Question: Inverse normal transformation
0
rednalf70 wrote:

My phenotype is not normally distributed. I tried several transformations but none of them seems to improve the normality. I am now interested in an inverse normal transformation using R.

Is something like the following correct, x being my phenotype?

``````qx <- qnorm((rank(x)-0.5)/sum(x))
``````

It is based on this paper:

Yang, Jian, et al. "FTO genotype is associated with phenotypic variability of body mass index." Nature 490.7419 (2012): 267.

Histogram before transformation available here: https://imgur.com/a/BwednJB

• min: 10
• max: 750
• median: 54.75
• mean: 86.18217
• variance: 8428.881
• standard deviation: 91.80894
modified 2.4 years ago • written 2.4 years ago by rednalf70

Please show a histogram of your phenotype before any transformation. Also provide min, max, median, mean, variance, and standard deviation.

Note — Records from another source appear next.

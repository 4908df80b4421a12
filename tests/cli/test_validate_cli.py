"""`rdcheck validate` / `report` / `compare` / `merge` end to end on a small demo study."""

from __future__ import annotations

import csv
from pathlib import Path

import pytest

from harness.cli import main

CASES = Path(__file__).resolve().parents[2] / "cases"
DEMO = str(CASES / "demo_1d_membrane_switch.toml")
SMALL = ["--set", "sweep.values=[0.16, 0.24, 0.4, 0.66]", "--set", "solver.cells_1d=100"]


def _validate(store: Path, *extra: str) -> None:
    assert main(["validate", DEMO, *SMALL, "--dims", "1", "--store", str(store), *extra]) == 0


def _table(store: Path | list[Path], out: Path) -> list[dict]:
    stores = [str(s) for s in store] if isinstance(store, list) else [str(store)]
    assert main(["report", *stores, "--out", str(out)]) == 0
    with open(out / "agreement.csv", newline="") as f:
        return list(csv.DictReader(f))


@pytest.fixture(scope="module")
def study(tmp_path_factory):
    """One validation of four demo points in a local process pool, and its report."""
    root = tmp_path_factory.mktemp("study")
    store = root / "demo.h5"
    _validate(store, "--workers", "2")
    return store, _table(store, root / "report"), root / "report"


def test_report_tables_and_figures(study, capsys):
    """The report has one row per point with the DESIGN.md columns, and every table and figure file."""
    _, rows, out = study
    assert [float(r["s"]) for r in rows] == [0.16, 0.24, 0.4, 0.66]
    for col in ("s", "regime", "turing_unstable", "threshold_lpa", "noise_1d", "pulse_1d", "threshold_low_1d",
                "threshold_high_1d", "agree_1d"):
        assert col in rows[0]
    for name in ("agreement.csv", "agreement.md", "agreement.tex", "index.html", "regimes.png", "regimes.pdf",
                 "diagram.png", "diagram_plane.png"):
        assert (out / name).stat().st_size > 100
    by_s = {float(r["s"]): r for r in rows}
    assert by_s[0.16]["regime"] == "no-pattern" and by_s[0.16]["agree_1d"] == "true"
    assert by_s[0.4]["regime"] == "self-patterning" and by_s[0.4]["noise_1d"] == "stationary-pattern"
    low, high = float(by_s[0.24]["threshold_low_1d"]), float(by_s[0.24]["threshold_high_1d"])
    assert low < high <= 1.03 * low  # an honest bracket within the 2 % tolerance (plus rounding)
    assert "\\toprule" in (out / "agreement.tex").read_text()
    capsys.readouterr()


def test_rerun_recomputes_nothing(study, monkeypatch, capsys):
    """Rerunning the same command finds every run in the store and computes none."""
    store, rows, _ = study
    import harness.runs

    def refuse(*args, **kwargs):
        msg = "a stored run was recomputed"
        raise AssertionError(msg)

    monkeypatch.setattr(harness.runs, "run_task", refuse)
    _validate(store, "--workers", "0")
    capsys.readouterr()


def test_compare_exit_codes(study, tmp_path, capsys):
    """`compare` exits 0 for the same study and 1 when a model change moves outcomes or thresholds."""
    store, _, _ = study
    assert main(["compare", str(store), str(store)]) == 0
    changed = tmp_path / "changed.h5"
    _validate(changed, "--workers", "0", "--set", "k_f=1.3")
    capsys.readouterr()
    assert main(["compare", str(store), str(changed)]) == 1
    listing = capsys.readouterr().out
    assert "regime: " in listing or "noise: " in listing or "threshold bracket" in listing


def test_shards_merge_to_the_same_table(study, tmp_path, capsys):
    """Two shards, merged by `rdcheck merge` or given to `report` together, give the same table."""
    _, rows, _ = study
    shards = [tmp_path / f"part{k}.h5" for k in (1, 2)]
    for k, path in enumerate(shards, start=1):
        _validate(path, "--workers", "0", "--shard", f"{k}/2")
    together = _table(shards, tmp_path / "together")
    merged = tmp_path / "merged.h5"
    assert main(["merge", *map(str, shards), "--out", str(merged)]) == 0
    assert _table(merged, tmp_path / "merged_report") == together
    keys = ("s", "regime", "noise_1d", "pulse_1d", "agree_1d")
    assert [{k: r[k] for k in keys} for r in together] == [{k: r[k] for k in keys} for r in rows]
    capsys.readouterr()


def test_bad_options_exit_two(capsys):
    """Bad `--shard`, `--dims` and `--tolerance` values exit 2 with one line."""
    for extra in (["--shard", "3/2"], ["--dims", "3"], ["--tolerance", "2"]):
        assert main(["validate", DEMO, *extra]) == 2
        err = capsys.readouterr().err
        assert err.count("\n") == 1 and extra[0] in err


def test_quick_demo_end_to_end(tmp_path, capsys):
    """`validate --quick` on the demo, then `report`: every point gets a row and a 1D verdict column."""
    store = tmp_path / "quick.h5"
    assert main(["validate", DEMO, "--quick", "--workers", "2", "--store", str(store),
                 "--set", "sweep.values={ start = 0.1, stop = 0.7, num = 7 }"]) == 0
    rows = _table(store, tmp_path / "report")
    assert len(rows) == 7
    assert {r["regime"] for r in rows} >= {"no-pattern", "pulse-triggered", "self-patterning"}
    assert "noise_2d" not in rows[0]  # --quick runs 1D only
    capsys.readouterr()


def test_diverging_runs_are_recorded_and_the_sweep_finishes(tmp_path, capsys):
    """A case whose pulse blows up is recorded as `diverged` at that point while the other points finish."""
    text = Path(DEMO).read_text().replace(
        'reaction = "c*(k_b + k_f*a**2/(K**2 + a**2)) - k_off*a - mu*a"',
        'reaction = "c*(k_b + k_f*a**2/(K**2 + a**2)) - k_off*a - mu*a + 100*max(s - 0.5, 0)*max(a - 1.2, 0)**2"')
    case = tmp_path / "blowup.toml"
    case.write_text(text)
    store = tmp_path / "blowup.h5"
    assert main(["validate", str(case), "--dims", "1", "--workers", "0", "--store", str(store), "--set",
                 "sweep.values=[0.2, 0.4, 0.6]", "--set", "solver.cells_1d=60"]) == 0
    rows = {float(r["s"]): r for r in _table(store, tmp_path / "report")}
    assert set(rows) == {0.2, 0.4, 0.6}
    assert rows[0.6]["pulse_1d"] == "diverged"
    assert rows[0.2]["noise_1d"] == "baseline"
    capsys.readouterr()


@pytest.mark.slow
def test_dask_cluster_gives_the_same_table(study, tmp_path, capsys):
    """A real Dask LocalCluster gives the same agreement table as the local process pool."""
    distributed = pytest.importorskip("distributed")
    _, rows, _ = study
    with distributed.LocalCluster(n_workers=2, threads_per_worker=1, processes=True, dashboard_address=None) as c:
        store = tmp_path / "dask.h5"
        _validate(store, "--scheduler", c.scheduler_address)
    assert _table(store, tmp_path / "dask_report") == rows
    capsys.readouterr()


def test_boundaries_widths_ratios_and_wall_limit(tmp_path, capsys):
    """Boundary brackets lie between the neighbours whose behaviour differs; `--widths` and `--ratios` give
    their entries and figures; a zero wall-time limit makes every run `unsettled` (never a guessed verdict)."""
    from harness.store import Store

    store = tmp_path / "extras.h5"
    assert main(["validate", DEMO, "--dims", "1", "--workers", "0", "--store", str(store),
                 "--set", "sweep.values=[0.16, 0.24]", "--set", "solver.cells_1d=100",
                 "--widths", "0.1,1.0", "--ratios", "0.1"]) == 0
    study = Store(store).get_doc("study")
    (boundary,) = study["boundaries"]
    assert 0.16 <= boundary["low"] < boundary["high"] <= 0.24
    assert boundary["high"] - boundary["low"] <= 0.125 * 0.08 + 1e-12
    # the fold located by our continuation (regression value of this project, between no-pattern at 0.16
    # and pulse-triggered at 0.24 in the point-wise analysis)
    assert boundary["spike_limit"] == pytest.approx(0.19238, abs=1e-4)
    widths = {w["width"]: w for w in study["widths"]}
    assert set(widths) == {0.1, 1.0} and all(w["status"] == "bracketed" for w in widths.values())
    assert widths[1.0]["high"] < widths[0.1]["low"]  # a wider pulse needs less height
    (ratio,) = study["ratios"]
    assert ratio["ratio"] == 0.1 and ratio["points"] == 2
    out = tmp_path / "report"
    assert main(["report", str(store), "--out", str(out)]) == 0
    assert (out / "widths.png").exists() and (out / "ratios.png").exists() and (out / "boundaries.png").exists()
    limited = tmp_path / "limited.h5"
    assert main(["validate", DEMO, "--dims", "1", "--workers", "0", "--store", str(limited), "--wall-limit", "0",
                 "--set", "sweep.values=[0.4]", "--set", "solver.cells_1d=60"]) == 0
    outcomes = {r.outcome for r in Store(limited).records()}
    assert outcomes == {"unsettled"}
    capsys.readouterr()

Thank you for your comment - the information has been added to the initial post.

1

I see - thanks so much. So it's currently a negative binomial or Poisson-like distribution, akin to how RNA-seq count data is measured and normalised. Have you considered a variance stabilising transformation?; or regularised log (like in DESeq2)? You could also just fit the model as a negative binomial using glm.nb

Thank you. I have considered log, square root, cube root and Johnson transformation for now. I will have a look at DESeq2. What do you think about the inverse normal transformation and the script based on Yang et al.'s paper?

From where did you find that formula? - I looked in the paper an they mentioned that they tried un-transformed, logged, and then inverse normal transformed. I could not see a formula, though.

I found it in the Supplementary Information, page 18 (https://media.nature.com/original/nature-assets/nature/journal/v490/n7419/extref/nature11401-s1.pdf)

3
Kevin Blighe65k wrote:

Okay, yes, here is the page: Note that they are not transforming the original variable. What they do is the following (for height and weight):

1. build a linear regression model `lm(height ~ age + age^2)`
2. extract residuals from model with `residuals()`
3. transform residuals by inverse norm function ```y <‐ qnorm((rank(x, na.last="keep") ‐ 0.5) / sum(!is.na(x))```

The transformed residuals (squared) are then used in your association test, as follows:

``````glm(y^2 ~ SNP)
``````

Does that help?

Kevin

Yes a lot, thank you very much for your (fast) help!